What about the structural problem, does government have any role to play, or does it have to rely upon the private sector to solve this problem by itself? Several points on this. First, even if the problem is mostly structural, the government can still provide people with jobs to bridge the gap until the structural changes are complete. To me, this is better than simply extending unemployment compensation since it allows individuals to contribute something (e.g. work on a project the local community needs). And by giving people jobs, or at least government aid through unemployment compensation, we increase aggregate demand and the that helps firms to do better and speeds the transition.

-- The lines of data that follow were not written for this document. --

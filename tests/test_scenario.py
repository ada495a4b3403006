"""The scenario file: the break-even probability, the cutoff grid, and errors worded for users."""

from __future__ import annotations

import math

import numpy as np
import pytest

from simulator.inputs.errors import InputError
from simulator.inputs.scenario import cutoff_grid, read_scenario, scenario_from_text
from simulator.inputs.scenario_costs import Costs, break_even_probability, cost_warnings

# ------------------------------------------------------------------------------------------------
# break-even probability (theoretical_cutoff)


def test_break_even_of_the_example_costs_is_0_45_exactly(make_scenario):
    # Elkan, C. (2001), "The foundations of cost-sensitive learning", IJCAI-01: act iff
    # p >= (c_fa - c_cn) / ((c_fa - c_cn) + (c_m - c_h)) = 1800 / (1800 + 2200) = 0.45
    costs = make_scenario().costs
    assert (costs.hit, costs.false_alarm, costs.miss, costs.correct_negative) == (300, 1800, 2500, 0)
    assert break_even_probability(costs) == 0.45


def test_break_even_reduces_to_the_cost_loss_ratio():
    # Thompson (1952), Murphy (1977) "The value of climatological, categorical and probabilistic
    # forecasts in the cost-loss ratio situation", Mon. Wea. Rev. 105:803-816: protecting costs C
    # whatever happens, an unprotected event loses L; protect iff p >= C/L
    c, loss = 20.0, 100.0
    assert break_even_probability(Costs(hit=c, false_alarm=c, miss=loss, correct_negative=0)) == 0.2


def test_break_even_ignores_a_constant_added_to_one_class_and_a_common_scale():
    # Elkan (2001), section 2: adding a constant to the costs of one actual class, or scaling all
    # costs by a positive factor, changes no decision (restated in METHODS.md 1.1, derived there)
    base = Costs(hit=300, false_alarm=1800, miss=2500, correct_negative=0)
    shifted = Costs(hit=300 + 700, false_alarm=1800 - 50, miss=2500 + 700, correct_negative=0 - 50)
    scaled = Costs(hit=3, false_alarm=18, miss=25, correct_negative=0)
    assert break_even_probability(shifted) == pytest.approx(0.45, abs=1e-15)
    assert break_even_probability(scaled) == pytest.approx(0.45, abs=1e-15)
    assert break_even_probability(base) == 0.45


def test_river_pump_break_even_matches_its_scenario_comment():
    # scenarios/river_pumps.toml works it by hand: 6000 / (6000 + 105000) = 0.054
    costs = Costs(hit=15000, false_alarm=6000, miss=120000, correct_negative=0)
    assert break_even_probability(costs) == pytest.approx(6000 / 111000)
    assert round(break_even_probability(costs), 3) == 0.054


@pytest.mark.parametrize("costs, fragment", [
    (Costs(hit=300, false_alarm=0, miss=2500, correct_negative=10), "is always at least as cheap"),
    (Costs(hit=2600, false_alarm=1800, miss=2500, correct_negative=0), "the best rule never acts"),
    (Costs(hit=2600, false_alarm=0, miss=2500, correct_negative=10), "check the signs of the costs"),
])
def test_dominated_cost_matrix_has_no_break_even_and_warns(costs, fragment):
    # Elkan (2001): a matrix in which one row dominates makes one action best whatever happens
    assert math.isnan(break_even_probability(costs))
    warnings = cost_warnings(costs, "act")
    assert len(warnings) == 1 and fragment in warnings[0] and warnings[0].startswith("[costs]")


def test_reasonable_cost_matrix_warns_nothing(make_scenario):
    assert cost_warnings(make_scenario().costs, "act") == []


# ------------------------------------------------------------------------------------------------
# the cutoff grid


def test_cutoff_grid_includes_both_ends_without_float_step_drift():
    # np.arange(0, 1.0001, 0.1)[3] is 0.30000000000000004 (IEEE 754 binary rounding; common
    # practice, no single source): the grid must hold the decimal values themselves
    grid = cutoff_grid(0.0, 1.0, 0.01)
    assert grid.size == 101 and grid[0] == 0.0 and grid[-1] == 1.0
    assert grid[30] == 0.3 and grid[45] == 0.45 and grid[7] == 0.07
    np.testing.assert_array_equal(grid, [float(f"{k / 100:.2f}") for k in range(101)])
    assert list(cutoff_grid(0.05, 0.95, 0.05)) == [round(0.05 * k, 2) for k in range(1, 20)]
    assert list(cutoff_grid(0.2, 0.8, 0.3)) == [0.2, 0.5, 0.8]


def test_scenario_cutoffs_come_from_the_decision_section(make_scenario):
    scenario = make_scenario(decision={"cutoffs": [0.1, 0.9, 0.2]})
    assert list(scenario.cutoffs) == [0.1, 0.3, 0.5, 0.7, 0.9]


# ------------------------------------------------------------------------------------------------
# errors worded for users


def _error(text):
    with pytest.raises(InputError) as info:
        scenario_from_text(text, label="my.toml")
    message = str(info.value)
    assert "\n" not in message
    return message


def test_unknown_cost_key_suggests_the_closest(toml_text):
    # STYLE.md section 4 gives this message as the model
    text = toml_text(costs={"hit": 300, "false_alarms": 1800, "miss": 2500})
    assert _error(text) == 'my.toml [costs]: unknown key "false_alarms"; did you mean "false_alarm"?'


@pytest.mark.parametrize("section, key, closest", [
    ("history", "probabilty_column", "probability_column"),
    ("history", "validation_form", "validation_from"),
    ("event", "flipp", "flip"),
    ("decision", "cutoff", "cutoffs"),
    ("season", "month", "months"),
    ("simulation", "replicate", "replicates"),
    ("simulation", "seeds", "seed"),
])
def test_unknown_key_in_each_section_suggests_the_closest(section, key, closest, toml_text):
    value = [1] if key == "month" else 1
    message = _error(toml_text(**{section: {key: value}}))
    assert message == f'my.toml [{section}]: unknown key "{key}"; did you mean "{closest}"?'


def test_unknown_key_with_nothing_close_lists_the_valid_keys(toml_text):
    message = _error(toml_text(event={"zzz": 1}))
    assert message.startswith('my.toml [event]: unknown key "zzz"; expected one of "name", "flip"')


def test_missing_name_is_required(toml_text):
    text = toml_text().split("\n", 1)[1]  # drop the name line
    assert _error(text) == 'my.toml "name": this key is required; add it'


def test_misspelt_weekday_suggests_the_closest(toml_text):
    message = _error(toml_text(season={"weekdays": ["mon", "frd"]}))
    assert '"frd" is not a weekday; did you mean "fri"?' in message and "[season] weekdays" in message


@pytest.mark.parametrize("section", ["season", "operations"])
@pytest.mark.parametrize("holidays, expected", [
    (["2027-05-03", "2027-13-01"], "item 2, '2027-13-01', is not a date; write dates as YYYY-MM-DD"),
    (["next monday"], "item 1, 'next monday', is not a date; write dates as YYYY-MM-DD"),
    ([20270503], "item 1, 20270503, is not a date; write dates as YYYY-MM-DD"),
    ("2027-05-03", "list the dates in brackets, e.g. holidays = [2027-05-03, 2027-08-30]"),
])
def test_a_holiday_that_is_not_a_date_is_refused_naming_the_item(section, holidays, expected, toml_text):
    keys = {"holidays": holidays}
    if section == "operations":
        keys.update(crews_out_on="acting", spoiled_on="event", day_rate=100)
    message = _error(toml_text(**{section: keys}))
    assert message.startswith(f"my.toml [{section}] holidays: ") and expected in message


def test_season_holidays_read_as_toml_dates_or_text(make_scenario):
    season = make_scenario(season={"holidays": ["2027-05-03", " 2027-08-30"]}).season
    assert [str(d) for d in season.holidays] == ["2027-05-03", "2027-08-30"]
    toml = scenario_from_text('name = "x"\n[costs]\nhit = 1\nfalse_alarm = 2\nmiss = 3\n'
                              "[season]\nholidays = [2027-05-03]\n")
    assert [str(d) for d in toml.season.holidays] == ["2027-05-03"]


def test_month_out_of_range_is_refused(toml_text):
    assert "[season] months" in _error(toml_text(season={"months": [4, 13]}))


def test_outcome_two_ways_at_once_is_refused(toml_text):
    message = _error(toml_text(history={"outcome_column": "wet", "value_column": "rain_mm",
                                        "threshold": 1.0, "side": "above"}))
    assert "give either outcome_column or value_column, not both" in message


def test_threshold_without_side_is_refused(toml_text):
    message = _error(toml_text(history={"value_column": "level", "threshold": 3.2}))
    assert "needs both threshold and side" in message


def test_too_few_replicates_is_refused(toml_text):
    assert "[simulation] replicates" in _error(toml_text(simulation={"replicates": 5}))


def test_binary_scenario_file_is_refused(tmp_path):
    path = tmp_path / "scenario.toml"
    path.write_bytes(b"\xff\xfe\x00garbage")
    with pytest.raises(InputError, match="is not a text file; give a TOML scenario file"):
        read_scenario(path)


def test_read_scenario_keeps_the_file_hash_and_place(write_scenario):
    import hashlib

    path = write_scenario()
    scenario = read_scenario(path)
    assert scenario.sha256 == hashlib.sha256(path.read_bytes()).hexdigest()
    assert scenario.history_path() == path.parent.resolve() / "history.csv"


def test_slug_is_file_safe(make_scenario):
    assert make_scenario(name="Flood pumps at Pellisford!").slug == "flood-pumps-at-pellisford"
    assert make_scenario(name="***").slug == "scenario"


# ------------------------------------------------------------------------------------------------
# ranges and limits (issue 16 items 3 and 5; the limits are the project's own, README key table)


@pytest.mark.parametrize("value", [float("nan"), float("inf"), -float("inf"), 1e308])
def test_a_cost_that_is_not_finite_or_absurd_is_refused_saying_what_is_allowed(value, toml_text):
    text = toml_text().replace("miss = 2500", f"miss = {value!r}".replace("'", ""))
    message = _error(text)
    assert message.startswith("my.toml [costs] miss: must be a number from -1e12 to 1e12 (got ")


def test_every_number_key_of_the_schema_has_a_range():
    # a number key without bounds would let NaN's cousins (1e308) through: walk the whole schema
    from simulator.inputs import allowed_values as schema
    from simulator.inputs.scenario import Scenario

    unbounded = []

    def walk(model, prefix):
        for key, info in model.model_fields.items():
            if key in ("source", "sha256", "ranges"):  # not user keys (ranges are checked as read: test_cost_draws)
                continue
            described = schema._allowed(info) or ""
            sub = schema._submodel(info.annotation)
            if sub is not None:
                walk(sub, f"{prefix}{key}.")
            elif ("number" in described and " to " not in described and "at most" not in described
                  and "three numbers" not in described):
                unbounded.append(f"{prefix}{key}: {described}")

    walk(Scenario, "")
    assert unbounded == []


@pytest.mark.parametrize("names, read", [
    (["Monday", "TUESDAY", "wed"], ("mon", "tue", "wed")),
    (["tues", "thurs", "sun"], ("tue", "thu", "sun")),
])
def test_weekdays_are_read_in_full_or_as_the_start_of_the_name(names, read, make_scenario):
    assert make_scenario(season={"weekdays": names}).season.weekdays == read


@pytest.mark.parametrize("word", ["monkey", "mo", "friends", "satellite"])
def test_a_word_that_only_starts_like_a_weekday_is_not_one(word, toml_text):
    # before, names were cut to three letters, so "monkey" was read as Monday
    assert f'"{word}" is not a weekday' in _error(toml_text(season={"weekdays": [word]}))


def test_a_scenario_file_over_the_size_limit_is_refused_before_it_is_read(tmp_path):
    from simulator.inputs.scenario_types import MAX_SCENARIO_BYTES

    path = tmp_path / "big.toml"
    path.write_text('name = "x"\n' + "#" * MAX_SCENARIO_BYTES)
    with pytest.raises(InputError, match="more than the 1,000,000 bytes a scenario file may have"):
        read_scenario(path)


def test_a_long_name_is_refused_naming_the_limit_and_quoting_only_its_start(toml_text):
    message = _error(toml_text(name="x" * 500_000))
    assert message.startswith('my.toml "name": must be text of at most 200 characters')
    assert "(500,000 characters)" in message and len(message) < 200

Second, government can ease the structural problem by making it easier for businesses and individuals to relocate. People are understandably reluctant to leave the place they have lived for years and years, but government incentives to relocate (tax breaks, subsidies, etc.), can help. So can efforts to provide individuals in communities suffering from high unemployment with information about where job prospects are better, as can retraining programs (though these aren't always as effective as hoped). In a deep, widespread recession places that need workers may be hard to find, but not always and knowing where there are better opportunities for employment can be helpful. Businesses can also be induced to relocate through tax and other incentives, though the tax competition that accomplishes this may strip local governments of needed tax revenue, so I'd prefer these programs originate at the federal level. And there can also be government encouragements to speed the investments that are needed to complete the transition.

But the main things I want to emphasize are that no matter how large the structural problem is, cyclical unemployment is also a big problem, so the claim that government is powerless because it's all structural doesn't hold.  And the claim that the existence of a structural problem means there's nothing the government can do is also incorrect. If nothing else, the government can help workers during the transition. In addition, though the opportunities here are more limited, there are also things the government can do to make the transition happen sooner rather than later.